Weltliche Frömmigkeit: Die Berliner Gemäldegalerie zeigt in der Ausstellung „Der Meister von Flémalle und Rogier van der Weyden“ frühe niederländerische Malerei des 15. Jahrhunderts.

Luxuriöse Extravaganz: Werk von „Dem Meister von Flémalle und Rogier van der Weyden“. Bild: staatliche museen zu berlin

Oh, diese Tränchen! Wie schön sie doch weinen, die heiligen Frauen und Männer! Kostbar, durchsichtig-schillernd, perlt Wassertropfen für Wassertropfen die Wangen herab. Es ist eine Lust. Besser, es ist ein Revolution. Eine Revolution, die Lust macht. Denn nie zuvor kullerten die Tränen so überzeugend und lebensecht die Leinwand hinab, eben, dass eine Lust ist - der man nun in der Gemäldegalerie frönen darf, ja unbedingt frönen muss. Denn dort prunkt seit Freitag die „ars nova“, wie der Kunsthistoriker Erwin Panofsky die Epoche machende, frühe niederländische Kunst des 15. Jahrhunderts auf den Punkt brachte, in einigen ihren schönsten und nie zuvor so repräsentativ zusammengeführten Beispielen. Zwar fehlen Hubert und Jan van Eyk, doch mit „Dem Meister von Flémalle und Rogier van der Weyden“ sind über 60 Einzeltafeln in einer sensationellen Schau zu bewundern, die in Zusammenarbeit mit dem Frankfurter Städel entstand.

Um 1430 vollzieht sich ein entscheidender Umbruch in der europäischen Malerei. Gleichbedeutend mit der italienischen Frührenaissance stößt die Malerei auf dem Gebiet des Herzogtums Burgund zu völlig neuen Darstellungsweisen vor. Erstmals entstehen vollkommen individuelle Porträts und statt des bisher gültigen Goldgrunds findet sich ein wohldurchdachter Bildraum mit atmosphärischen, weit in die Tiefe sich erstreckenden Landschaften. Es kommen Licht und Schatten in die Malerei, erstmals wird die Materialbeschaffenheit und Stofflichkeit der abgebildeten Gegenstände kenntlich und Oberflächen erstrahlen in ihrem ganzen opaken Glanz. Zwei der unbestritten wichtigsten Maler dieser frühneuzeitlichen Malerei sind nun der sogenannte Meister von Flémalle und Rogier van der Weyden, obwohl ihr jeweils unsigniertes Oeuvre allein auf der Grundlage stilistischer Vergleiche und einiger weniger historischer Nachrichten zu identifizieren ist.
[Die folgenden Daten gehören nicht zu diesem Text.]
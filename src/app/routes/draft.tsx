import { useQuery } from '@tanstack/react-query';
import { useParams, type LoaderFunctionArgs } from 'react-router';
import { Alert } from '@/components/ui/alert';
import { ButtonLink } from '@/components/ui/button';
import { LoadingState } from '@/components/ui/loading-state';
import { paths } from '@/config/paths';
import { draftQueryOptions, useDraft } from '@/features/drafts/api/get-draft';
import { DraftWorkspace } from '@/features/drafts/components/draft-workspace';
import { useFabrics } from '@/features/fabrics/api/get-fabrics';
import { isOwner, useMember } from '@/features/auth/hooks/use-member';
import { clientQueryOptions } from '@/features/clients/api/get-client';
import { DraftMailButton } from '@/features/mail/components/draft-mail-button';
import type { MailDocuments } from '@/features/mail/components/draft-mail-dialog';
import { PrintButton } from '@/features/printing/components/print-button';
import { KIND_CHOICES, paperDefault, paperLabel } from '@/features/printing/lib/print-settings';
import { queryClient } from '@/lib/query-client';

/** The draft id in the address, or a 404 for anything else. */
function draftIdParam(raw: string | undefined): number {
  const id = Number(raw);
  if (!Number.isInteger(id) || id < 1) throw new Response('No such draft', { status: 404, statusText: 'No such draft' });
  return id;
}

export async function draftLoader({ params }: LoaderFunctionArgs) {
  await queryClient.ensureQueryData(draftQueryOptions(draftIdParam(params.draftId)));
  return null;
}

/** The e-mail dialog offers the print dialog's documents and papers. */
const MAIL_DOCUMENTS: MailDocuments = { kinds: KIND_CHOICES, paperLabel, paperDefault };

/** The drafting workspace (this module and the engine load only when a draft is opened). */
export function DraftRoute() {
  const id = draftIdParam(useParams().draftId);
  const draft = useDraft(id);
  const fabrics = useFabrics({ sort: 'name', order: 'asc', pageSize: 100 });
  const me = useMember();
  const { studio } = me;
  const owner = isOwner(me);
  // Owners may send to the client: their address (hidden from cutters) says whether they can.
  const clientId = draft.data?.client.id ?? 0;
  const client = useQuery({ ...clientQueryOptions(clientId), enabled: owner && clientId > 0 });
  if (draft.isPending) return <LoadingState>Loading the draft…</LoadingState>;
  if (draft.isError) {
    return (
      <Alert tone="error" title="This draft could not be loaded">
        <p>{draft.error.message}</p>
        <ButtonLink compact className="mt-2" to={paths.drafts.href()}>
          Back to the drafts
        </ButtonLink>
      </Alert>
    );
  }
  return (
    <DraftWorkspace
      key={draft.data.id}
      draft={draft.data}
      fabrics={fabrics.data?.items.map((f) => ({ id: f.id, name: f.name })) ?? []}
      printActions={(c) => (
        <>
          <PrintButton draftId={c.draft.id} draft={c.draft} unsaved={c.unsaved} studio={studio} />
          <DraftMailButton
            draftId={c.draft.id}
            title={`${c.draft.client.name}, ${c.draft.style.name}`}
            revision={c.draft.current.number}
            unsaved={c.unsaved}
            owner={owner}
            client={{ name: c.draft.client.name, email: client.isError ? null : client.data?.email }}
            studioPaper={studio.defaultPaper}
            documents={MAIL_DOCUMENTS}
          />
        </>
      )}
    />
  );
}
Deswegen kann auch nur eine einzige Tafel in der Ausstellung Rogier van der Weyden sicher zu geschrieben werden - und was den Meister von Flémalle angeht, ist sowieso nur von einem einzigen Durcheinander zu berichten.

Das fängt schon damit an, dass es die Abtei von Flémalle gar nicht gibt, aus der die drei großen Altartafeln des nach ihr benannten Meister stammen sollen, die das Frankfurter Städel 1849 von dem Aachener Kunsthändler Ignaz van Houten erwarb. Und es endet damit, dass die Gemälde, die in der Berliner Gemäldegalerie als Bilder von Robert Campin für die Schau abgehängt wurden, nach der Schau als Bilder des Meisters von Flémalle wieder aufgehängt werden, wie der Stephan Kemperdick, der Berliner Ausstellungskurator auf der Pressekonferenz eingestand. Denn als die moderne Kunstgeschichte um 1900 den sogenannten Meister von Flémalle stilkritisch unbedingt als eine eigenständige Künstlerpersönlichkeit festmachen wollte, geriet der in Tournai ansässige Maler Robert Campin ins Blickfeld der Kunsthistoriker. Immerhin hatten in der offenbar lange Jahre sehr erfolgreichen Werkstatt des als Stadtrat und Zunftmeister arrivierten Künstlers sowohl Jacques Daret und Rogier van der Weyden gearbeitet. Was also sprach dagegen, die Bilder, die weder zu Daret noch Rogier van der Weyden passten, Robert Campin zuzuschreiben?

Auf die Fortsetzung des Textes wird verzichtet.